第一条 基本原則に「個が生かされる」という表現がありますが、これはSPIの開発当時から最も大切にされてきている考え方です。SPIの開発背景でも語られている通り、SPIが開発された頃の採用選考は「学歴」で選抜されるというのが当たり前の時代でした。こうした時代に、「学歴」という個人の属性情報だけではなく、適性検査を通じて、応募者個人の人物的な特性を理解した上で採用選考を行う、という当時としては新しい軸を示したのです。

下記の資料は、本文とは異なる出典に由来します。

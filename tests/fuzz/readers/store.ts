/** Files of the store as anybody may have changed them. The first line says which; the rest are the bytes. */
import {mkdirSync, readFileSync, rmSync, writeFileSync} from 'node:fs';
import {dirname, join} from 'node:path';
import {isDeepStrictEqual} from 'node:util';
import {restored} from '../../../source/screens/session/restore.ts';
import {problemText, type Answer as StoreAnswer} from '../../../source/store/answer.ts';
import {checkStore} from '../../../source/store/check-store.ts';
import {type KeptKind, keptKinds, textOf} from '../../../source/store/kept-documents.ts';
import {preferencesFile, readPreferences} from '../../../source/store/preferences.ts';
import {processIdentity} from '../../../source/store/process-identity.ts';
import {type Kept, readKept} from '../../../source/store/read-kept.ts';
import {sessionFolder, unsavedSessions} from '../../../source/store/session.ts';
import {documents} from '../../screens/session/documents.ts';
import {newPlace} from '../place.ts';
import type {Answer, Reader} from '../reader.ts';

const home = newPlace();

const folders = {preset: 'tracks', 'saved-car': 'cars', history: 'history'} as const;
const endedProcess = processIdentity().replace(/^\d+/, '4194305');
const files: Record<string, string> = {
	...Object.fromEntries(keptKinds.map(kind => [kind, join(home, folders[kind], 'a.json')])),
	session: join(sessionFolder(home), `${endedProcess}.json`),
	preferences: preferencesFile(home),
};

function read(text: string): Answer {
	const end = text.indexOf('\n');
	const what = text.slice(0, end);
	const file = Object.hasOwn(files, what) ? files[what] : undefined;
	if (file === undefined) return {accepted: false};
	mkdirSync(dirname(file), {recursive: true});
	writeFileSync(file, Buffer.from(text.slice(end + 1), 'latin1'));
	try {
		const answer =
			what === 'session' ? session(file) : what === 'preferences' ? preferences() : kept(file, what as KeptKind);
		const findings = checkStore(home).map(({message}) => message);
		return {...answer, said: `${answer.said ?? ''}\n${findings.join('\n')}`};
	} finally {
		rmSync(file);
	}
}

function kept(file: string, kind: KeptKind): Answer {
	const answer: StoreAnswer<Kept<unknown>> = readKept(file, kind);
	if (!answer.ok) return refused(answer.problem);
	writeFileSync(file, textOf(answer.value.document));
	const again: StoreAnswer<Kept<unknown>> = readKept(file, kind);
	const isSame = again.ok && textOf(again.value.document) === textOf(answer.value.document);
	return {
		accepted: true,
		broken: isSame ? undefined : `written and read again it is the same: ${JSON.stringify(again)}`,
	};
}

function session(file: string): Answer {
	const {sessions, problems} = unsavedSessions(home);
	if (problems[0]) return refused(problems[0]);
	const [first] = sessions;
	if (first?.file !== file) return {accepted: false};
	const taken = restored(first.document);
	const written = JSON.parse(JSON.stringify(taken ?? null));
	const isSame = taken === undefined || isDeepStrictEqual(JSON.parse(JSON.stringify(restored(written))), written);
	return {
		accepted: taken !== undefined,
		broken: isSame ? undefined : `kept and restored again it is the same: ${JSON.stringify(taken)}`,
	};
}

function preferences(): Answer {
	const reading = readPreferences(home);
	return reading.ok ? {accepted: true} : {accepted: false, said: reading.message};
}

const refused = (problem: Parameters<typeof problemText>[0]): Answer => ({
	accepted: false,
	said: problemText(problem),
	problems: [{path: problem.file, found: problem.found, allowed: problem.remedy}],
});

const fixture = (name: string) => readFileSync(`tests/store/fixtures/${name}.json`, 'latin1');
/** As bytes. */
const inBytes = (document: unknown) => Buffer.from(JSON.stringify(document)).toString('latin1');

export const storeFiles: Reader = {
	name: 'store',
	examples: () => [
		`preset\n${fixture('preset-1')}`,
		`saved-car\n${fixture('saved-car-1')}`,
		`history\n${fixture('history-1')}`,
		`session\n${inBytes({kind: 'session', version: 1, saved: '2026-01-01T12:00:00.000Z', document: documents})}`,
		'preferences\n{"version": 1, "car": "Fixture car"}',
	],
	words: [
		'preset',
		'saved-car',
		'history',
		'session',
		'preferences',
		'"kind"',
		'"version"',
		'"track"',
		'"car"',
		'"name"',
		'"entries"',
		'"saved"',
		'"document"',
		'"open"',
		'"id"',
		'"json"',
		'1',
		'2',
		'{}',
		'[]',
		'null',
		'\u00ef\u00bb\u00bf',
		'\u00ff\u00fe',
		'\u0000',
	],
	longest: 6000,
	read,
};
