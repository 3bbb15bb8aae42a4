import * as nodeModule from 'node:module';
import {answer, replyFault} from './commands/main.ts';
import {screenRequest} from './commands/screen-request.ts';
import {canDraw, processSurroundings} from './commands/surroundings.ts';
import {writeReply} from './commands/write-reply.ts';

// Node 22 and later keep compiled code between runs; Node 20 has no such function.
(nodeModule as {enableCompileCache?: () => unknown}).enableCompileCache?.();

// From the bundle in dist and from here in source, the shipped tracks are next door.
const surroundings = processSurroundings(new URL('../tracks/', import.meta.url));

process.on('uncaughtException', async error => {
	process.exit(await writeReply(replyFault(error, surroundings), process.stdout, process.stderr));
});

const words = process.argv.slice(2);
const isTerminal = process.stdin.isTTY === true && process.stdout.isTTY === true;
const request = isTerminal ? screenRequest(words) : undefined;
if (request && canDraw(process.env, isTerminal)) {
	const {openAtTerminal} = await import('./commands/at-terminal.ts');
	await openAtTerminal(request, surroundings);
	process.exit(process.exitCode);
}
const reply = await answer(words, surroundings);
const note = request ? 'droprack: TERM is dumb, so the ranking is printed; the screen moves the cursor.\n' : '';
process.exitCode = await writeReply({...reply, err: note + reply.err}, process.stdout, process.stderr);
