/** The first line is the words of the command line, the rest standard input, in bytes. */
import {rmSync} from 'node:fs';
import {resolve} from 'node:path';
import {pathToFileURL} from 'node:url';
import {readCommandLine} from '../../../source/commands/arguments.ts';
import {commands} from '../../../source/commands/command-table.ts';
import {answer} from '../../../source/commands/main.ts';
import {options} from '../../../source/commands/options.ts';
import {status} from '../../../source/commands/reply.ts';
import type {Surroundings} from '../../../source/commands/surroundings.ts';
import {full} from '../../runs.ts';
import {newPlace} from '../place.ts';
import type {Answer, Reader} from '../reader.ts';
import {fixtureText, tracks} from './documents.ts';
import {plans} from './plans.ts';

const home = newPlace();

const around = (input: Buffer): Surroundings => ({
	shipped: pathToFileURL(`${resolve('tracks')}/`),
	environment: {DROPRACK_HOME: home},
	now: new Date(0),
	columns: 80,
	color: false,
	async *standardInput() {
		yield input;
	},
});

/** Commands whose argument is a path, whatever it looks like. */
const takesPath = new Set(['export', 'import', 'read']);
const looksLikePath = (word: string) => /[\\/]|\.[a-z]\w{0,4}$|\0/i.test(word) && !/^\d+\/\d+$/.test(word);

/** Nothing but the home may be touched, and nothing be copied to the clipboard of whoever looks on. */
function staysHere(words: readonly string[]): boolean {
	const line = readCommandLine(words);
	if (line.kind !== 'run') return true;
	const {command, request} = line;
	if (request.copy || words.some(looksLikePath)) return false;
	return !takesPath.has(command?.name ?? '') || (command?.name === 'read' && request.argument === '-');
}

async function read(text: string): Promise<Answer> {
	const [first = '', ...rest] = text.split('\n');
	const words = [...first.matchAll(/"([^"]*)"|\S+/g)].map(([word, quoted]) => quoted ?? word);
	if (!staysHere(words)) return {accepted: true};
	const reply = await answer(words, around(Buffer.from(rest.join('\n'), 'latin1')));
	rmSync(home, {recursive: true, force: true});
	const isKnown = Object.values(status).includes(reply.status) && reply.status !== status.fault;
	return {
		accepted: reply.status === status.done,
		// `show` prints a document as it was written; a QR code is black on white whatever the terminal.
		said: (reply.out + reply.err).replaceAll('\t', ' ').replace(words.includes('--qr') ? blackOnWhite : '', ''),
		broken: !isKnown
			? `the status is one of those that are told: ${reply.status} ${reply.err}`
			: reply.status >= status.badInput && (reply.out !== '' || reply.err.trim() === '')
				? `a refusal has its reason, and no result: ${reply.out.slice(0, 200)}`
				: undefined,
	};
}

// biome-ignore lint/suspicious/noControlCharactersInRegex: what colors text
const blackOnWhite = /\x1b\[[\d;]*m/g;

const inBytes = (text: string) => Buffer.from(text).toString('latin1');

/** The examples of every command's help, of a track that is there; without those that need more than one line. */
async function fromHelp(): Promise<string[]> {
	const lines = commands.flatMap(({examples}) => examples.map(({line}) => line));
	const asked = lines.map(line =>
		line
			.replace(/^droprack /, '')
			.replace(/ [>|].*/, '')
			.replaceAll(/\S+\.json/g, 'quillmere')
			.replaceAll(/--pair \S+/g, ''),
	);
	const accepted: string[] = [];
	for (const line of asked) {
		const answer = await read(line);
		if (answer.accepted && answer.said !== undefined) accepted.push(line);
	}
	return accepted;
}

export const commandLines: Reader = {
	name: 'commands',
	examples: async () => {
		const [planText, , line] = await plans.examples();
		return [
			...(full ? await fromHelp() : []),
			'rank quillmere --top 3',
			'rpm tarrowdale --gearbox A --units metric --json',
			'run Quillmere --ascii --strict --car demo',
			'tracks --json',
			'cars --prefer demo',
			'show tarrowdale',
			'schema track',
			'history quillmere --add --date 2026-05-31 --rpm 8840 --remark loose',
			'new track --name Mine --from quillmere',
			'save quillmere --gearbox A --notes fine',
			'help rank',
			`rank -\n${inBytes(fixtureText('oval'))}`,
			`compare - quillmere\n${inBytes(fixtureText('oval'))}`,
			`read -\n${inBytes(planText!)}`,
			`read - --units metric\n${inBytes(line!)}`,
			`card driver -\n${inBytes(fixtureText('oval'))}`,
			`share - --short\n${inBytes(fixtureText('oval'))}`,
		];
	},
	words: [
		...commands.map(({name}) => name),
		...Object.keys(options).map(name => `--${name}`),
		...[
			'-',
			'--',
			'-h',
			'--json=1',
			'--top=0',
			'demo',
			'quillmere',
			'Quillmere',
			'tarrowdale',
			'33/38',
			'0/0',
			'us',
			'metric',
			'driver',
			'swap',
			'engine',
			'2026-02-30',
		],
		...tracks.words,
	],
	longest: 6000,
	// A ranking takes some 30 million; odds draw every number over and over.
	work: {start: 600_000_000, perCharacter: 0},
	read,
};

その後、時代が変わり、サービスが進化しても、この考え方は今でも変わっていません。
現在も「個を生かす」という思想を根底に置きながらサービスを展開しています。
(「SPIは企業でどのように使われているのか」参照)

適性検査の効能と限界

「第二条 有用性の原則」「第五条 科学性の原則」がありますが、これに関わる適性検査の品質について最後にご紹介します。

適性検査の測定対象となる能力や性格などの人の特性は、重さや長さのように物理的な実体があるわけでなく、概念的なものです。ですが、長年の科学的な研究のもと、海外も含めて多くの知見が蓄積されてきています。そうした知見から、適性検査として備えておくべき品質の条件を簡単に整理すると、以下の3つのポイントにまとめられます。

信頼性
測定尺度の安定性や一貫性(精度良く測っているか)
妥当性
測定尺度の目的に照らした有効性や適切さ(目的にかなっているか)
標準性
測定結果の基準集団との比較可能性(公平に他者と比較可能か)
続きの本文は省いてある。